Input material:
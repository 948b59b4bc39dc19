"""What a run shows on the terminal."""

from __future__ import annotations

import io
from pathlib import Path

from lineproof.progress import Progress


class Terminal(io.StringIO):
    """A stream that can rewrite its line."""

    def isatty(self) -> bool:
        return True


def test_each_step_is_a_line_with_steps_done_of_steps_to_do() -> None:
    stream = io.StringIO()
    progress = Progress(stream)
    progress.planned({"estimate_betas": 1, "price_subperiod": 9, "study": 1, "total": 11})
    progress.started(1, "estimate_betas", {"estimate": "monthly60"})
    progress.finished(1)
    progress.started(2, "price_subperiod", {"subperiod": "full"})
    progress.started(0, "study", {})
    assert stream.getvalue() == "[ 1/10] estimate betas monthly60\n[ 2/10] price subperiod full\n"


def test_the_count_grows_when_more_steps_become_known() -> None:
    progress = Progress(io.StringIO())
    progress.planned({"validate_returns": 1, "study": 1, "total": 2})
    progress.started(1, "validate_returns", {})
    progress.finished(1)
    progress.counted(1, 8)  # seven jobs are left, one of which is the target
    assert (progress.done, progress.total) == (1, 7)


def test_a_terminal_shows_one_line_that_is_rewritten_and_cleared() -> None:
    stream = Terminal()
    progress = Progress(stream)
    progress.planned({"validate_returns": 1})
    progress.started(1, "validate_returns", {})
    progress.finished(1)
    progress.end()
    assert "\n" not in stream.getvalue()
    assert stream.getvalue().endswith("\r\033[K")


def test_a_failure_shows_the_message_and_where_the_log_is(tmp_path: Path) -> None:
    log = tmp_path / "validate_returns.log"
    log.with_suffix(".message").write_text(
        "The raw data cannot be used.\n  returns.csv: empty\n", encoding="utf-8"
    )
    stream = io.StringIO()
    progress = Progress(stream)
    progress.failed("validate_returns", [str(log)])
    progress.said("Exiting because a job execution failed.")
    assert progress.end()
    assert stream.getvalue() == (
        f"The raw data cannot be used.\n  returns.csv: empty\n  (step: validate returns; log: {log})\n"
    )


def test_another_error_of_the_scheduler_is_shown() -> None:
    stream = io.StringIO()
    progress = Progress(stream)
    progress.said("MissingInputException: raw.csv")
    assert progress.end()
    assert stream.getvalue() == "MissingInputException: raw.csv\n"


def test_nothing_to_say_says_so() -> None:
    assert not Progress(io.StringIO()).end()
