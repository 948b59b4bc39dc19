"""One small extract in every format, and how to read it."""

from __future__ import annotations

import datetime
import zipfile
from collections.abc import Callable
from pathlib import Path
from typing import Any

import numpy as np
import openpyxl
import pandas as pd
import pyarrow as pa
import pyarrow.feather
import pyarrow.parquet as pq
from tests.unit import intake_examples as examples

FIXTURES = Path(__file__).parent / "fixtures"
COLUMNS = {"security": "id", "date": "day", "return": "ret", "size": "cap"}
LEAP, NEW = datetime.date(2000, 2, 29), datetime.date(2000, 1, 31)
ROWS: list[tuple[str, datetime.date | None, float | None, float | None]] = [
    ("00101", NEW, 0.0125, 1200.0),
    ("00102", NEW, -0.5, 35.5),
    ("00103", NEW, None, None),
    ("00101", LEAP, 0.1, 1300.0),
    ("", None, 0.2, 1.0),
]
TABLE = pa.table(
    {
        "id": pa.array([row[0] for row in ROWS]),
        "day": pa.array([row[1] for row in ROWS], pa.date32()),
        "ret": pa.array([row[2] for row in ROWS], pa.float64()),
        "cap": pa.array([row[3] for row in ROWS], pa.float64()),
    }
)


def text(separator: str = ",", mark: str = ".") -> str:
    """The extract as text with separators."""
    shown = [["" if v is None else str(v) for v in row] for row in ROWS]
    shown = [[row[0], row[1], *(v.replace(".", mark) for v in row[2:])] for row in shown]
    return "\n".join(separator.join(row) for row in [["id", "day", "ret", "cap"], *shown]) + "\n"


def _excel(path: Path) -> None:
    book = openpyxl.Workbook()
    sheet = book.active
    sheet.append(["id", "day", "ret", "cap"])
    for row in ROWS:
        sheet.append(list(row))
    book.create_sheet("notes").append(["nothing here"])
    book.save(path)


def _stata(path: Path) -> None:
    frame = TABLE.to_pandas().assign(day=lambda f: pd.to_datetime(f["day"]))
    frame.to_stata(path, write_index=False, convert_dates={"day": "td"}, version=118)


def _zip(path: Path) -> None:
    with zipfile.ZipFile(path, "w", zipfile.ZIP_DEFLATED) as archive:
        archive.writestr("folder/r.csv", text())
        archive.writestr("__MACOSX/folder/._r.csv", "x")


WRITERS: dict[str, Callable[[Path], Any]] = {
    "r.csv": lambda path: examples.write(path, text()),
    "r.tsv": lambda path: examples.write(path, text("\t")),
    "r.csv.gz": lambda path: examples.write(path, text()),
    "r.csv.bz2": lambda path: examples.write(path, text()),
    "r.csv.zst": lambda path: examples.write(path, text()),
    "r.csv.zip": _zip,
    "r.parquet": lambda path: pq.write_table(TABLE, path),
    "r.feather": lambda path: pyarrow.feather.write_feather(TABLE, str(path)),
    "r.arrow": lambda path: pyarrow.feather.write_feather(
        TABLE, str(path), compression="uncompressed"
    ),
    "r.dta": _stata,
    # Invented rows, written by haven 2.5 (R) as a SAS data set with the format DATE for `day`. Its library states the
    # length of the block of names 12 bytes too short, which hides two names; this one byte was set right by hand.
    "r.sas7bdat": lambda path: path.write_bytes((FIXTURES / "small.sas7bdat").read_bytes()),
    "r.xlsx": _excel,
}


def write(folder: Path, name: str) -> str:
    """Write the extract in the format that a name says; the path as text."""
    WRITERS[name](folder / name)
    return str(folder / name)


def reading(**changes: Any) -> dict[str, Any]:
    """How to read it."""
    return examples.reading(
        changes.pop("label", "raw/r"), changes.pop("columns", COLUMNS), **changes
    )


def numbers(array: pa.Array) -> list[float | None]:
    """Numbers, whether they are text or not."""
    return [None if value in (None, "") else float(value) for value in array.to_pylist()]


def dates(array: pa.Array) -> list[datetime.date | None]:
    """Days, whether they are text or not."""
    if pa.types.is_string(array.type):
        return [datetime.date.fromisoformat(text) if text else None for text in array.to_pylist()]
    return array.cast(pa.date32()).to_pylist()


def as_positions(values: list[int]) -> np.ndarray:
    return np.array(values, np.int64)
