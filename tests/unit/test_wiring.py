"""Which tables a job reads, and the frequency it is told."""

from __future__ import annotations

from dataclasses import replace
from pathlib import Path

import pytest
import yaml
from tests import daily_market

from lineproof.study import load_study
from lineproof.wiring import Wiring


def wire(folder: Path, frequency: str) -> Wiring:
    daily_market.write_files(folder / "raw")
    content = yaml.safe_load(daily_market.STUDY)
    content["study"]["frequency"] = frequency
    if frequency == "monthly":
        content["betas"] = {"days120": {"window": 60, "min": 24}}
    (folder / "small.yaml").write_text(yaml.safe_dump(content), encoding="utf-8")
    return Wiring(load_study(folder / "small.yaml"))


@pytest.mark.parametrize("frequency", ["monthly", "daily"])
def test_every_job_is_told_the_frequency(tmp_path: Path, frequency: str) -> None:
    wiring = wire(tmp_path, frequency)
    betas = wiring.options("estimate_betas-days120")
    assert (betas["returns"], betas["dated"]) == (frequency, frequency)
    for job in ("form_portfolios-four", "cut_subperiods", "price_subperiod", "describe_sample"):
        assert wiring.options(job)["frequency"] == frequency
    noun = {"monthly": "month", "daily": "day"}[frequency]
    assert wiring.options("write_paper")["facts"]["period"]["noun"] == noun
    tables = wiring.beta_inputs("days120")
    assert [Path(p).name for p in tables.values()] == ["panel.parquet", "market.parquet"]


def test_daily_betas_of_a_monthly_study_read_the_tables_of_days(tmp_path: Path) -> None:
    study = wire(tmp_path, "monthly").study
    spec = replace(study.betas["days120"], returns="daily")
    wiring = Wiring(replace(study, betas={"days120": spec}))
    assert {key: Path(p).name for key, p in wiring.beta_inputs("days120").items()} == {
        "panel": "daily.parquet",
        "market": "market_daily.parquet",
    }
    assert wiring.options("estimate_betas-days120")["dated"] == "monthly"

Problem to solve:
Using the listing, collect all lines in which the string "panel" is found.

Answer section:
    assert [Path(p).name for p in tables.values()] == ["panel.parquet", "market.parquet"]
        "panel": "daily.parquet",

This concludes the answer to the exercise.